━━━━━ EXCERPTED DATA ━━━━━

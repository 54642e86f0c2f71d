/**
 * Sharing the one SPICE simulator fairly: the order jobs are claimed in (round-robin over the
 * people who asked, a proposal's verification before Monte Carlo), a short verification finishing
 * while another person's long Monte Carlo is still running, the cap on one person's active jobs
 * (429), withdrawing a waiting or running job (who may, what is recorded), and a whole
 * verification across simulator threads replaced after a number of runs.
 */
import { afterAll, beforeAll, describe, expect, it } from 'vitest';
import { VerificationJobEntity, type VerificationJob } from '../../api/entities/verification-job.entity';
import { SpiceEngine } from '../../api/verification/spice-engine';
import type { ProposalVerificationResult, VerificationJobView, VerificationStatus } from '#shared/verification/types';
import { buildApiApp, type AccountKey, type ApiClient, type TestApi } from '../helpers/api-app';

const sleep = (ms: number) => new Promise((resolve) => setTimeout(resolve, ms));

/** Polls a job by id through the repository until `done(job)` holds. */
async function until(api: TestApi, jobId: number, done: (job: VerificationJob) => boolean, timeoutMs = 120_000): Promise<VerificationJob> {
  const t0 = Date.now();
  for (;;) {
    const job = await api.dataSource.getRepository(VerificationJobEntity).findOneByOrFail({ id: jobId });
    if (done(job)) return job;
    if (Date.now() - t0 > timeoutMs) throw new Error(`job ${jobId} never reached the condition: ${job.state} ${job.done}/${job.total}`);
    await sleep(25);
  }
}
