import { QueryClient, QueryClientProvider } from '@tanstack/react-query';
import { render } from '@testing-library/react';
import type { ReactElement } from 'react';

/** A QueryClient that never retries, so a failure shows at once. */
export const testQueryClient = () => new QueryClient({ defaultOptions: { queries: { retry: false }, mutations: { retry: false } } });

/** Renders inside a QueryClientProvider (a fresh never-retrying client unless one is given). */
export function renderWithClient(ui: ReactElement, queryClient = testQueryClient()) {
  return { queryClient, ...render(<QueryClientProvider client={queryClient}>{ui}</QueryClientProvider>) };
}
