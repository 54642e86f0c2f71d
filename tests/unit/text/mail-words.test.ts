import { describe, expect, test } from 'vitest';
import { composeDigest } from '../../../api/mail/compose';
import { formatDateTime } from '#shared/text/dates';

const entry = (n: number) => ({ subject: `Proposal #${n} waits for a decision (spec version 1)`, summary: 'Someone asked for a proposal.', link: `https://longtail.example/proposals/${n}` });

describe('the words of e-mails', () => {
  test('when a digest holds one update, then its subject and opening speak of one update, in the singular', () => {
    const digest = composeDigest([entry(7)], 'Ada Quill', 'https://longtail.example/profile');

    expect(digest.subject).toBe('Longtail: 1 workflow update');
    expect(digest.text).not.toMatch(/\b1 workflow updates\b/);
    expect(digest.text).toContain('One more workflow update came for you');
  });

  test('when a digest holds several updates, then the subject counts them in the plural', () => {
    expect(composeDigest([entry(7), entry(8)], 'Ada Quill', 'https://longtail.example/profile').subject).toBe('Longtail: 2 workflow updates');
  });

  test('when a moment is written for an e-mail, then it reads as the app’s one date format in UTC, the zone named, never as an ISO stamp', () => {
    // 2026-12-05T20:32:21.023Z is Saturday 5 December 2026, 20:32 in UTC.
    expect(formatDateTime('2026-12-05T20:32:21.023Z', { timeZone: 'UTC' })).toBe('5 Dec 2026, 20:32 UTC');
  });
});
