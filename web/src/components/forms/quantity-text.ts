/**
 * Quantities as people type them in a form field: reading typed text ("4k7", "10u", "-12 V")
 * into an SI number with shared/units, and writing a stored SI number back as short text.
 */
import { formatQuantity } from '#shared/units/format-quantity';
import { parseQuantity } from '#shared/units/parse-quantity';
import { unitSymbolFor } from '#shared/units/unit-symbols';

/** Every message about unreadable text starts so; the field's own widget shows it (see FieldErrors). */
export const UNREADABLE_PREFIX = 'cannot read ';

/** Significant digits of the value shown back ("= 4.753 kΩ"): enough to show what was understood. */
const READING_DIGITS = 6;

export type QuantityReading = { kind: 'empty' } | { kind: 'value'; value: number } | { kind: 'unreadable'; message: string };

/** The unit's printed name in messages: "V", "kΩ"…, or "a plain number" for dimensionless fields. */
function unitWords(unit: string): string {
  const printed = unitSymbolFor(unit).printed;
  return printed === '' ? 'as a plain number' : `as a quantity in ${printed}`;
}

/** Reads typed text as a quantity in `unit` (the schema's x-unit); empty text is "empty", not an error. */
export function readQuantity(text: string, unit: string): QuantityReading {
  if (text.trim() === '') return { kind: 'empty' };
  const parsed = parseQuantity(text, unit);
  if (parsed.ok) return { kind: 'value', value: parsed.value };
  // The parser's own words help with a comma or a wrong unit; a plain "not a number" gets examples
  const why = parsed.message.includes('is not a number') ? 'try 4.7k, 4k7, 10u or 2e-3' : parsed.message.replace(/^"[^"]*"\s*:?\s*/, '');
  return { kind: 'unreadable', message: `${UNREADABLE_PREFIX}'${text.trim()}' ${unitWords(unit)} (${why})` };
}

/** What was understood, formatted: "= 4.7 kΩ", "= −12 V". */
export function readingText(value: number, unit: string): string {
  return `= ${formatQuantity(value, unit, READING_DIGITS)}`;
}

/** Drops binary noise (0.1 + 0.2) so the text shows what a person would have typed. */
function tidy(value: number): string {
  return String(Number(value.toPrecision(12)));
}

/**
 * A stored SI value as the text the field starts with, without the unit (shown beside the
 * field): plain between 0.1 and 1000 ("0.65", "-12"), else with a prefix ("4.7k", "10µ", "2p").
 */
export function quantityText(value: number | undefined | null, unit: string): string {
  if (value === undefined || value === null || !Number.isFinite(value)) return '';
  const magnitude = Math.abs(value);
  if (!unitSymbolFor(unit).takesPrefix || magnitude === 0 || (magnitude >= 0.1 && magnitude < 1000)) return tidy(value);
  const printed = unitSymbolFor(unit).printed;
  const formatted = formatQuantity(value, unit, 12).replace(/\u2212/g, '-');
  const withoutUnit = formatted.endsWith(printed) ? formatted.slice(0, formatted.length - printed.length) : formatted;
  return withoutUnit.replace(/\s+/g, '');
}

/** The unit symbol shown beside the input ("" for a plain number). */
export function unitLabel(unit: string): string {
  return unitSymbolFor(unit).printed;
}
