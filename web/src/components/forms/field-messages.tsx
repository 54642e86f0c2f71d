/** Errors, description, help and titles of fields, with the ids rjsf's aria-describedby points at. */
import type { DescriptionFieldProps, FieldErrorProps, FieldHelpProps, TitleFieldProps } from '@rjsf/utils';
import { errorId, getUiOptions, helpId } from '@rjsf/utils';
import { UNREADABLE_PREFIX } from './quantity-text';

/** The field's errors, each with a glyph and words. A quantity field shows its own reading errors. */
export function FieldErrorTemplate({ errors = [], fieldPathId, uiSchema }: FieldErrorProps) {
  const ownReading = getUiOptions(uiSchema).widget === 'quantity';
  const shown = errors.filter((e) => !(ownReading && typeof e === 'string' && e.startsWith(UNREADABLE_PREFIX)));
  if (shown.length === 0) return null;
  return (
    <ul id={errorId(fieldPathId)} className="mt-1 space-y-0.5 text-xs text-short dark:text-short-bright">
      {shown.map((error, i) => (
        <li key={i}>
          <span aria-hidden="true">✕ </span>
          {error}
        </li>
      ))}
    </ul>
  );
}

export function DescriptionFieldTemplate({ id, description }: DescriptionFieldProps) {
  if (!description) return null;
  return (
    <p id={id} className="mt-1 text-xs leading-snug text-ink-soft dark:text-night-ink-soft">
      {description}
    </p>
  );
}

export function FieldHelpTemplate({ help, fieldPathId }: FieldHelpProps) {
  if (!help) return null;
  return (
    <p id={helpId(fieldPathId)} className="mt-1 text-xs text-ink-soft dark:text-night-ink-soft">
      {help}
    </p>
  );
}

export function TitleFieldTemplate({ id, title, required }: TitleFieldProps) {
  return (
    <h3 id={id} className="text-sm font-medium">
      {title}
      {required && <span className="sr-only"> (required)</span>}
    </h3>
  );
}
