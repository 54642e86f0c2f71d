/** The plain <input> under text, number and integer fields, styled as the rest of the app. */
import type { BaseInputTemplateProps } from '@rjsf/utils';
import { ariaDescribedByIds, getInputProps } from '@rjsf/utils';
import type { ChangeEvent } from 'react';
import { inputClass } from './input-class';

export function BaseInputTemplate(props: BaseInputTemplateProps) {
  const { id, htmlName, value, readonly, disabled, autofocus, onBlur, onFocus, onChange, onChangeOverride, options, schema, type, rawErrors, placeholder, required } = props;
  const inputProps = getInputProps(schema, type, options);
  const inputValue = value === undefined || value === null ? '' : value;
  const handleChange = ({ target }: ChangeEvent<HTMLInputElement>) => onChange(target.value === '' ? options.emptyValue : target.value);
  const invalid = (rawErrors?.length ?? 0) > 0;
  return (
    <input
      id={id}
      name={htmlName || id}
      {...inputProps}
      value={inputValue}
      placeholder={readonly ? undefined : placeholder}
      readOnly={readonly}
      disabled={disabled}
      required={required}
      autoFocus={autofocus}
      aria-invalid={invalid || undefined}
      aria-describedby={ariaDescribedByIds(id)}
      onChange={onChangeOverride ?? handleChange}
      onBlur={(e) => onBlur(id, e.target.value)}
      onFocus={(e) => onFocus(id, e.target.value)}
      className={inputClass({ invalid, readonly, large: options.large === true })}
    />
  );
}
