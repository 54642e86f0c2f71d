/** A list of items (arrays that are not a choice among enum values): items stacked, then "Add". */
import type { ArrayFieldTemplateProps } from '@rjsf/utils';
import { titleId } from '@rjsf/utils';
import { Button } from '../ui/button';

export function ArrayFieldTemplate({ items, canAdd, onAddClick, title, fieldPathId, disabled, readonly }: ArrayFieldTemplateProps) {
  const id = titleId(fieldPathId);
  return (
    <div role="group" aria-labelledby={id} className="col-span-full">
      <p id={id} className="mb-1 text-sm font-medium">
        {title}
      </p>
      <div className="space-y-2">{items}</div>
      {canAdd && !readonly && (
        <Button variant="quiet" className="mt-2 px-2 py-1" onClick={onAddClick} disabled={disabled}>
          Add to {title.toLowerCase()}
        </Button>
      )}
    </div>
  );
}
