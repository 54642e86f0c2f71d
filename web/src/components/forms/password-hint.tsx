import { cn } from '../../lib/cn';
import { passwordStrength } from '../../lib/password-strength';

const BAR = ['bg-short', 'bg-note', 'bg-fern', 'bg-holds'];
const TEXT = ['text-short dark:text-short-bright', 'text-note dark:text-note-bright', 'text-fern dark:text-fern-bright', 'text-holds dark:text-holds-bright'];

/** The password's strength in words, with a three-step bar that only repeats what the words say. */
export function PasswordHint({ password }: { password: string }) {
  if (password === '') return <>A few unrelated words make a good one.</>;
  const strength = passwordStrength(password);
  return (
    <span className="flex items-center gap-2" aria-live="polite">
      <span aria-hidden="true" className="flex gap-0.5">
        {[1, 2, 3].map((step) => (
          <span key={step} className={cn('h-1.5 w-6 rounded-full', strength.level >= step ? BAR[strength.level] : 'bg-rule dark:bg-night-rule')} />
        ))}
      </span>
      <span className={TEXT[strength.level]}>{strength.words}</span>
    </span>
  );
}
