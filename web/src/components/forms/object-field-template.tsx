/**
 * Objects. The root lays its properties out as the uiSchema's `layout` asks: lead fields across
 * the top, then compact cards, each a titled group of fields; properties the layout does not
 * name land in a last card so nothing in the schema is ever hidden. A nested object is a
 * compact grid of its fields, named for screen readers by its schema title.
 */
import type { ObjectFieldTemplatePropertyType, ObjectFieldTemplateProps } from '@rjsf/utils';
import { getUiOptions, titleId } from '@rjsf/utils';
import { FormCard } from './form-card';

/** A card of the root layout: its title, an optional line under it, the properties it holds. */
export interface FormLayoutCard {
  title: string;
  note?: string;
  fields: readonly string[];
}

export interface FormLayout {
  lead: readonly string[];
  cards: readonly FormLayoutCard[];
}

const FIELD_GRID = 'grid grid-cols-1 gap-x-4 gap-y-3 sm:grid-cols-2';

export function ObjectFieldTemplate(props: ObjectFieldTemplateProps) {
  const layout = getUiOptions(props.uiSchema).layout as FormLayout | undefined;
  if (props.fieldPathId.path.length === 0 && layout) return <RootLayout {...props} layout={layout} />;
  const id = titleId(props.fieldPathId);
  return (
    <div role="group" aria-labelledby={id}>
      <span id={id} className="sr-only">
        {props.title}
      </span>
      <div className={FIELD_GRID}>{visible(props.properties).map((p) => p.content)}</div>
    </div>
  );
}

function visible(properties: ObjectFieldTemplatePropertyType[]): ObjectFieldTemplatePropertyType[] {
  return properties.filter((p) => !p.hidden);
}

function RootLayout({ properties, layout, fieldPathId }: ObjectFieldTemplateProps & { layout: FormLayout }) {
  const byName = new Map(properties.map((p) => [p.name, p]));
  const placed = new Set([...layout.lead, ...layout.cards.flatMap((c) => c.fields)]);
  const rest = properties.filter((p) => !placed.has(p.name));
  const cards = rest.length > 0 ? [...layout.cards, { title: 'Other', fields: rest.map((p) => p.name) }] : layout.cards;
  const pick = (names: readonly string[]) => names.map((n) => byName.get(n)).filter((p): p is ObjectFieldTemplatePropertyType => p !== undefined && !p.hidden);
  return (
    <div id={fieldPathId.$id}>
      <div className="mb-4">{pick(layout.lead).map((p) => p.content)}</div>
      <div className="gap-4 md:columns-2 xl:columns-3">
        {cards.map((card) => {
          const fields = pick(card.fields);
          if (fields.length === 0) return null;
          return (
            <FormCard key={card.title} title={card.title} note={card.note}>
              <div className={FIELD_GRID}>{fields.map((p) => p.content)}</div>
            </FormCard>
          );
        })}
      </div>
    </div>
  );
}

━━━━━

» **YOUR GOAL**: Please return the lines above exactly, from the first one down to the line with "describe, expect, it", and stop after that line.

» **COMPLETED EXERCISE**:
repository 54642e86f0c2f71d
/**
 * Sharing the one SPICE simulator fairly: the order jobs are claimed in (round-robin over the
 * people who asked, a proposal's verification before Monte Carlo), a short verification finishing
 * while another person's long Monte Carlo is still running, the cap on one person's active jobs
 * (429), withdrawing a waiting or running job (who may, what is recorded), and a whole
 * verification across simulator threads replaced after a number of runs.
 */
import { afterAll, beforeAll, describe, expect, it } from 'vitest';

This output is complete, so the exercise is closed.